Overall Architecture¶

Uni-AD takes interleaved multimodal sequences as input to the LLM: - Video features (aligned to the text space via a visual mapping network) - Subtitle text - Character information from the character bank - Surrounding AD descriptions (context)

Key Designs¶

Visual Mapping Network
- Function: Maps video features to the text feature space to achieve fine-grained multimodal alignment.
- Architecture: A lightweight module consisting of linear layers and Layer Normalization.
- Advantages: Preserves richer visual details compared to direct concatenation or coarse-grained alignment.
- Processing Flow: Video frames \(\rightarrow\) CLIP/Visual Encoder \(\rightarrow\) Mapping Network \(\rightarrow\) Text space features.
Character-Refinement Module
- Function: Identifies characters from the character bank who play important roles in the current video clip.
- Mechanism:
  - Matches characters in the current frame using face detection and recognition.
  - Filters main characters based on their appearance frequency and screen position.
  - Embeds the refined character information into the input sequence.
- Design Motivation: The character bank usually contains a large number of characters, and inputting all of them would introduce noise.
Contrastive Loss
- Function: Enhances the contextual coherence and temporal consistency of the generated AD.
- Mechanism: Pulls the representation of the current AD closer to its context, while pushing away unrelated clips.
- Formula: Standard InfoNCE format, where positive samples are temporally adjacent ADs.
- Jointly trained with the generation loss.
Contextual Information Integration
- Function: Uses preceding and succeeding AD descriptions to provide plot coherence.
- Implementation: Appends several preceding AD segments as text tokens into the input sequence.
- Effect: Generates smoother and more plot-consistent descriptions.

Loss & Training¶

Fine-tuned based on a pre-trained LLM.
Multi-task loss: Language model generation loss + Contrastive loss.
Trained on the MAD dataset.

Key Experimental Results¶

Main Results (MAD-eval dataset)¶

Method	CIDEr↑	METEOR↑	ROUGE-L↑
MM-Narrator	—	—	—
AutoAD-II	Baseline	Baseline	Baseline
Uni-AD	SOTA	SOTA	SOTA

MAD-eval-Named (Evaluation with Character Names)¶

Method	CIDEr↑	Character Name Accuracy↑
w/o Character-Refinement	Low	Low
Uni-AD (Full)	Highest	Highest

Ablation Study¶

Configuration	CIDEr↑	METEOR↑
w/o Visual Mapping Network	Decreased	Decreased
w/o Character-Refinement	Significantly decreased	Decreased
w/o Contrastive Loss	Slightly decreased	Slightly decreased
w/o Context	Decreased	Decreased
Full Uni-AD	Highest	Highest

Key Findings¶

The Character-Refinement module brings the most significant improvement to the Named metrics.
The contrastive loss improves the temporal consistency of the generated AD.
Fine-grained alignment from the visual mapping network outperforms direct feature concatenation.
Contextual information is crucial for generating coherent plot descriptions.

Highlights & Insights¶

A unified framework is proposed to process multimodal inputs cleanly and elegantly.
The Character-Refinement module addresses the core challenge of the AD task—character identification.
The contrastive loss acts as a lightweight yet effective consistency enhancement mechanism.
The framework is designed with good scalability.

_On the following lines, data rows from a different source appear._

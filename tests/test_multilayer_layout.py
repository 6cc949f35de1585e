"""Multilayers in layouts: documented defaults, renamed keys, bounds, and the off-peak warning."""

from __future__ import annotations

import math
import re
from typing import Any

import pytest

from beamplan.errors import LayoutError
from beamplan.layout.model import MirrorSpec, MultilayerSpec
from beamplan.physics.multilayer import MOSI_INTERLAYERS, multilayer_peak, multilayer_reflectivity
from beamplan.units import parse_quantity
from tests.conftest import ROOT, layout_from_text, network_from_text

BASE = """\
layout: ml
format: 1
sources: {{src: {{power: 5 kW}}}}
elements:
  m1: {{kind: mirror, incidence: {incidence}, multilayer: {multilayer}}}
scanners:
  s1: {scanner}
beamlines: ["src -> m1 -> s1"]
"""


def text(multilayer: str = "{}", incidence: str = "0 deg",
         scanner: str = "{power: 300 W}") -> str:
    return BASE.format(multilayer=multilayer, incidence=incidence, scanner=scanner)


def stack(multilayer: str = "{}") -> MultilayerSpec:
    layout = layout_from_text(text(multilayer))
    mirror = layout.elements[0]
    assert isinstance(mirror, MirrorSpec) and mirror.multilayer is not None
    return mirror.multilayer


def errors(layout_text: str) -> list[str]:
    with pytest.raises(LayoutError) as caught:
        network_from_text(layout_text)
    return [d.format() for d in caught.value.errors]


# --- the documented defaults are the code's defaults ------------------------------------------

def documented_defaults() -> dict[str, str]:
    """The key -> default table under '#### Multilayer stacks' in docs/layout-format.md."""
    doc = (ROOT / "docs" / "layout-format.md").read_text(encoding="utf-8")
    section = doc.split("#### Multilayer stacks", 1)[1]
    rows: dict[str, str] = {}
    for line in section.splitlines():
        if rows and not line.startswith("|"):
            break
        cells = [c.strip() for c in line.strip().strip("|").split("|")]
        if len(cells) == 3 and cells[0].startswith("`"):
            rows[cells[0].strip("`")] = cells[1]
    return rows


def code_default(key: str, spec: MultilayerSpec) -> Any:
    il = spec.interlayers
    assert il is not None
    return {
        "pair": f"{spec.absorber}/{spec.spacer}",
        "period": spec.period_m,
        "absorber_fraction": spec.absorber_fraction,
        "periods": spec.periods,
        "cap": spec.cap or "none",
        "cap_thickness": spec.cap_thickness_m,
        "substrate": spec.substrate,
        "roughness": spec.roughness_m,
        "interlayers": il.material,
        "interlayers.material": il.material,
        "interlayers.density": il.density_g_cm3,
        "interlayers.absorber_on_spacer": il.absorber_on_spacer_m,
        "interlayers.spacer_on_absorber": il.spacer_on_absorber_m,
    }[key]


DIMENSION = {"period": "length", "cap_thickness": "length", "roughness": "length",
             "interlayers.absorber_on_spacer": "length",
             "interlayers.spacer_on_absorber": "length", "interlayers.density": "density",
             "absorber_fraction": "fraction"}


def test_docs_state_the_defaults_the_reader_uses() -> None:
    documented = documented_defaults()
    read = stack("{}")  # every key left out
    assert read == MultilayerSpec()
    assert set(documented) == {"pair", "period", "absorber_fraction", "periods", "cap",
                               "cap_thickness", "substrate", "roughness", "interlayers",
                               "interlayers.material", "interlayers.density",
                               "interlayers.absorber_on_spacer",
                               "interlayers.spacer_on_absorber"}
    for key, shown in documented.items():
        value = re.search(r"`([^`]*)`", shown)
        assert value is not None, f"{key}: no default in backticks: {shown!r}"
        expected = code_default(key, read)
        if key in DIMENSION:
            assert parse_quantity(value[1], DIMENSION[key]) == pytest.approx(expected,
                                                                              rel=1e-12), key
        elif key == "periods":
            assert int(value[1]) == expected
        else:
            assert value[1] == expected, key


def test_physics_interlayer_defaults_match_the_layout_defaults() -> None:
    il = MultilayerSpec().interlayers
    assert il is not None
    assert (il.material, il.density_g_cm3, il.absorber_on_spacer_m, il.spacer_on_absorber_m) == (
        MOSI_INTERLAYERS.material, MOSI_INTERLAYERS.density_g_cm3,
        MOSI_INTERLAYERS.absorber_on_spacer_m, MOSI_INTERLAYERS.spacer_on_absorber_m)


def test_default_mirror_reflects_about_the_measured_070() -> None:
    # Best measured Mo/Si about 0.69–0.70 at 13.4–13.5 nm (S. Braun et al., Jpn. J. Appl. Phys.
    # 41 (2002) 4074: 0.687 and 0.698); the default stack at 13.5 nm, normal incidence.
    net = network_from_text(text("{}"))
    assert 0.68 <= net.node["m1"].gain_max <= 0.705
    assert "MoSi2 interlayers" in net.node["m1"].provenance


def test_ideal_stack_stays_available() -> None:
    # The ideal stack of the physics layer (Parratt, sharp interfaces, no cap).
    spec = stack("{cap: none, roughness: 0 nm, interlayers: none}")
    assert spec.cap is None and spec.roughness_m == 0.0 and spec.interlayers is None
    net = network_from_text(text("{cap: none, roughness: 0 nm, interlayers: none}"))
    assert net.node["m1"].gain_max == pytest.approx(
        multilayer_reflectivity().reflectivity, rel=1e-12)


def test_interlayers_default_only_for_mosi_and_can_be_given() -> None:
    assert stack("{pair: Mo/Be}").interlayers is None
    given = stack("{interlayers: {absorber_on_spacer: 1.2 nm, spacer_on_absorber: 6 A}}")
    assert given.interlayers is not None
    assert given.interlayers.absorber_on_spacer_m == pytest.approx(1.2e-9)
    assert given.interlayers.spacer_on_absorber_m == pytest.approx(0.6e-9)
    assert given.interlayers.density_g_cm3 == 6.2
    other = stack("{pair: Mo/Be, interlayers: {material: Be2Mo, density: 3.5 g/cm^3}}")
    assert other.interlayers is not None and other.interlayers.material == "Be2Mo"


# --- renamed keys and bounds ---------------------------------------------------------------

@pytest.mark.parametrize(("old", "new", "value"), [
    ("bilayers", "periods", "40"), ("gamma", "absorber_fraction", "0.4"),
    ("capping", "cap", "Ru"), ("capping_thickness", "cap_thickness", "2 nm")])
def test_old_keys_name_the_new_key(old: str, new: str, value: str) -> None:
    found = errors(text(f"{{{old}: {value}}}"))
    assert len(found) == 1, found
    line = text(f"{{{old}: {value}}}").splitlines()[4]
    # Located at the old key itself (hand count of its column on line 5).
    assert found[0].startswith(f"test.yaml:5:{line.index(old) + 1}: error:"), found
    assert f"'{old}' is now called '{new}'" in found[0]


@pytest.mark.parametrize("periods", ["0", "1001", "2.5", "true", "many"])
def test_periods_outside_the_physical_range(periods: str) -> None:
    found = errors(text(f"{{periods: {periods}}}"))
    assert len(found) == 1 and "from 1 to 1000" in found[0], found


@pytest.mark.parametrize("periods", [1, 1000])
def test_periods_at_the_ends_of_the_range(periods: int) -> None:
    assert stack(f"{{periods: {periods}}}").periods == periods


@pytest.mark.parametrize(("interlayers", "fragment"), [
    ("3", "'interlayers' must be 'none' or a mapping"),
    ("{thickness: 1 nm}", "unknown key 'thickness'"),
    ("{absorber_on_spacer: -1 nm}", "must be at least 0"),
    ("{absorber_on_spacer: 4 nm, spacer_on_absorber: 2 nm}", "more than the thinner layer")])
def test_bad_interlayers_are_located_errors(interlayers: str, fragment: str) -> None:
    found = errors(text(f"{{interlayers: {interlayers}}}"))
    assert any(fragment in m and m.startswith("test.yaml:5:") for m in found), found


# --- far from the peak -----------------------------------------------------------------------

def off_peak(net: Any) -> list[str]:
    return [d.format() for d in net.warnings if d.code == "off-peak-multilayer"]


def test_no_warning_near_the_peak_and_on_the_demo() -> None:
    assert off_peak(network_from_text(text("{}", "5 deg"))) == []
    from beamplan.layout.loader import load_layout
    from beamplan.network.graph import build_network

    assert off_peak(build_network(load_layout("layouts/coated-line.yaml"))) == []


def test_warning_far_from_the_peak_gives_a_period_that_works() -> None:
    warned = off_peak(network_from_text(text("{}", "15 deg")))
    assert len(warned) == 1 and warned[0].startswith("test.yaml:5:3: warning: mirror 'm1'")
    assert "Bragg's law with refraction correction" in warned[0]
    period = float(re.search(r"A period of ([\d.]+) nm", warned[0])[1])  # type: ignore[index]
    # The suggested period puts the Parratt peak at 13.5 nm at 15 deg (within 0.01 nm).
    peak = multilayer_peak(period_m=period * 1e-9, incidence_rad=math.radians(15),
                           capping=("Ru", 2e-9), roughness_m=0.4e-9,
                           interlayers=MOSI_INTERLAYERS)
    assert peak.peak_wavelength_m == pytest.approx(13.5e-9, abs=0.01e-9)
    fixed = network_from_text(text(f"{{period: {period} nm}}", "15 deg"))
    assert off_peak(fixed) == []


def test_warning_for_a_wrong_period_at_normal_incidence() -> None:
    # d = 7.5 nm peaks near 2 × 7.5 × n̄ ≈ 14.6 nm (Bragg's law, hand calculation).
    warned = off_peak(network_from_text(text("{period: 7.5 nm}")))
    assert len(warned) == 1 and "peaks at 14.5" in warned[0], warned


def test_warning_for_a_scanner_train() -> None:
    scanner = ("{dose: 30 mJ/cm^2, wph: 100, mirror_multilayer: {period: 6.9 nm}, "
               "mirror_incidence: 20 deg}")
    warned = off_peak(network_from_text(text("{}", "0 deg", scanner)))
    assert len(warned) == 1 and "scanner 's1' mirror_multilayer" in warned[0], warned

Limitations & Future Work¶

Face recognition-based character identification is unstable during profile shots or occlusions.
High sensitivity to the quality of the character bank.
Limited context window in long video scenarios.

Rating¶

Novelty: ⭐⭐⭐⭐ The combination of interleaved multimodality and character refinement is novel.
Experimental Thoroughness: ⭐⭐⭐⭐ Complete evaluations across multiple datasets and ablation studies.
Writing Quality: ⭐⭐⭐⭐ Clear and easy-to-understand framework description.
Value: ⭐⭐⭐⭐ Practical significance for visually impaired assistance and movie understanding.